As Carolinian says, most if not all US Airlines have interline baggage agreements, regardless of alliances. Unless you have a stop over en route, I see no reason that you could not check your bags to the final destination and only pay one baggage fee.

That said, I do not use different airlines on one trip if I can avoid it. Makes it a lot easier to determine who should address situations like lost or delayed bags or missed connections.
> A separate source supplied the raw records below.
import type { Change } from '@/lib/domain/orders/changes';
import type { CommandOf, MovedPart } from '@/lib/domain/orders/commands';
import { no, type Deeds } from '@/lib/domain/orders/deed';
import type { Facts, MoveKind, Side } from '@/lib/domain/orders/facts';
import { piecesMissing, standingMoves, type Whereabouts, whereabouts } from '@/lib/domain/orders/pieces';
import { fail, ok } from '@/lib/domain/result';

/** Who hands over what, and from where. */
const HANDS: Readonly<
  Record<
    MoveKind,
    { side: Side; from: keyof Pick<Whereabouts, 'home' | 'roadOut' | 'partner' | 'roadBack'>; place: string }
  >
> = {
  sent: { side: 'sender', from: 'home', place: 'at home' },
  checked_in: { side: 'partner', from: 'roadOut', place: 'on the road' },
  sent_back: { side: 'partner', from: 'partner', place: 'at the machine shop' },
  received: { side: 'sender', from: 'roadBack', place: 'on the way back' },
};

/** Hand-overs: sent, checked in piece by piece, sent back, received. */
export const PARTS_DEEDS: Deeds<'move_parts' | 'restamp'> = {
  move_parts: (facts, command, { side }) => {
    const { kind, parts, occurredAt } = command;
    if (HANDS[kind].side !== side)
      return fail({ code: 'not_your_move', words: 'This is for the other shop to do.' });
    if (kind === 'sent' && !['sent', 'quoted', 'agreed', 'cutting'].includes(facts.status))
      return no('This order takes no more parts.');
    if (kind === 'sent_back' && ['cutting'].includes(facts.status))
      return no('Report the work first, or cancel the order.');
    if (parts.length === 0) return no('Name at least one part.');
    for (const part of parts) {
      const wrong = moveProblem(facts, kind, part);
      if (wrong !== null) return no(wrong);
    }
    const moves: Change[] = parts.map((part) => ({ row: 'move', kind, part, occurredAt }));
    return ok({
      changes: [...moves, ...holdsFor(facts, command)],
      note: {
        kind,
        occurredAt,
        moveId: parts[0]?.id,
        parts: parts.map(({ partId, pieces, stamps, kit, carrier, condition, replacesId }) => ({
          ...{
            kind: facts.parts.find((part) => part.id === partId)?.kind ?? '',
            pieces,
            stamps,
            kit,
            carrier,
            condition,
          },
          corrects: replacesId !== null,
        })),
      },
    });
  },

  restamp: (facts, { id, partId, from, to, words }) => {
    const part = facts.parts.find((one) => one.id === partId);
    if (!part) return no('That part is not on this order.');
    const stamp = to.trim();
    if (stamp === '' || stamp === from) return no('Give the new stamp.');
    if (!whereabouts(part, facts).stampsThere.includes(from))
      return no(`None of the ${part.kind} here is stamped ${from}.`);
    const restamp: Change = { row: 'restamp', id, partId, from, to: stamp, words };
    const wrong = piecesMissing(
      part,
      whereabouts(part, { ...facts, restamps: [...facts.restamps, { partId, from, to: stamp }] }),
    );
    const settled: Change[] = wrong === null ? liftPartsHolds(facts) : [];
    return ok({
      changes: [restamp, ...settled],
      note: { restampId: id, kind: part.kind, from, to: stamp, words },
    });
  },
};

/** Holds that the machine shop put on because of the pieces. */
function liftPartsHolds(facts: Facts): Change[] {
  return facts.holds
    .filter((hold) => hold.reason === 'parts' && hold.placedBy === 'partner')
    .map((hold) => ({ row: 'hold_set', holdId: hold.id, lifted: true }));
}

function moveProblem(facts: Facts, kind: MoveKind, moved: MovedPart): string | null {
  const part = facts.parts.find((one) => one.id === moved.partId);
  if (!part) return 'That part is not on this order.';
  if (!Number.isSafeInteger(moved.pieces) || moved.pieces < 1) return `Say how many ${part.kind} there are.`;
  if (moved.replacesId !== null && !canCorrect(facts, kind, moved)) {
    return 'A correction names an entry of the same part that still stands.';
  }
  const others = facts.moves.filter((move) => move.id !== moved.replacesId);
  const left = whereabouts(part, { ...facts, moves: others })[HANDS[kind].from];
  if (moved.pieces > left)
    return `Only ${left} of the ${part.kind} ${left === 1 ? 'is' : 'are'} ${HANDS[kind].place}.`;
  if (part.stamps.length > 0 && moved.stamps.length !== moved.pieces)
    return `Give the stamp of each of the ${part.kind}.`;
  return null;
}

function canCorrect(facts: Facts, kind: MoveKind, moved: MovedPart): boolean {
  const replaced = standingMoves(facts.moves).find((move) => move.id === moved.replacesId);
  return replaced?.partId === moved.partId && replaced.kind === kind;
}

/** A check-in that is short or another stamp puts a hold on by itself, for the sender to clear; one that is right lifts it. */
function holdsFor(facts: Facts, { kind, parts }: CommandOf<'move_parts'>): Change[] {
  if (kind !== 'checked_in') return [];
  const moves = [
    ...facts.moves,
    ...parts.map(({ id, partId, pieces, stamps, kit, replacesId }) => ({
      id,
      partId,
      kind,
      pieces,
      stamps,
      kit,
      replacesId,
    })),
  ];
  const wrong = facts.parts.flatMap((part) => {
    const touched = parts.some((moved) => moved.partId === part.id);
    const found = touched ? piecesMissing(part, whereabouts(part, { ...facts, moves })) : null;
    return found === null ? [] : [{ part, found }];
  });
  const lifted = liftPartsHolds(facts);
  const first = parts[0];
  if (wrong.length === 0 || !first) return lifted;
  const words = wrong.map(({ found }) => found).join('; ');
  const hold = {
    id: first.id,
    lineId: null,
    reason: 'parts' as const,
    words,
    waitsFor: 'sender' as const,
    placedBy: 'partner' as const,
  };
  return [...lifted, { row: 'hold', hold }];
}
I have even been known to drive to another airport just for that advantage.

Cheers


----------



## hotcoffee (Aug 22, 2010)

Thanks to all who responded.  

I had not used that multi-city option before on those searches.  That seems to work perfectly for Hawaii because the second entry can be the island-to-island flight.  I noticed that I got a lot of United Airlines only responses when I did a few test runs.  In one case, I got a US Airways and Island Air option that was actually not that bad of a price.  I would assume that US Airways to Island Air would transfer baggage okay.(?)  I remember one year we had to wait for a long time at the Maui airport because we had taken AA to Honolulu and Hawaiian Airlines to Maui, and apparently baggage does not transfer well between those two.  They were able to get our luggage on a later Hawaiian Airlines flight, but it was an inconvenience to wait for the next Hawaiian Airlines flight.

I thought there might be interline agreements between the major airlines regardless of what alliance they are in, but I know some of the low cost airlines (like Southwest) don't participate in the interline agreements.


----------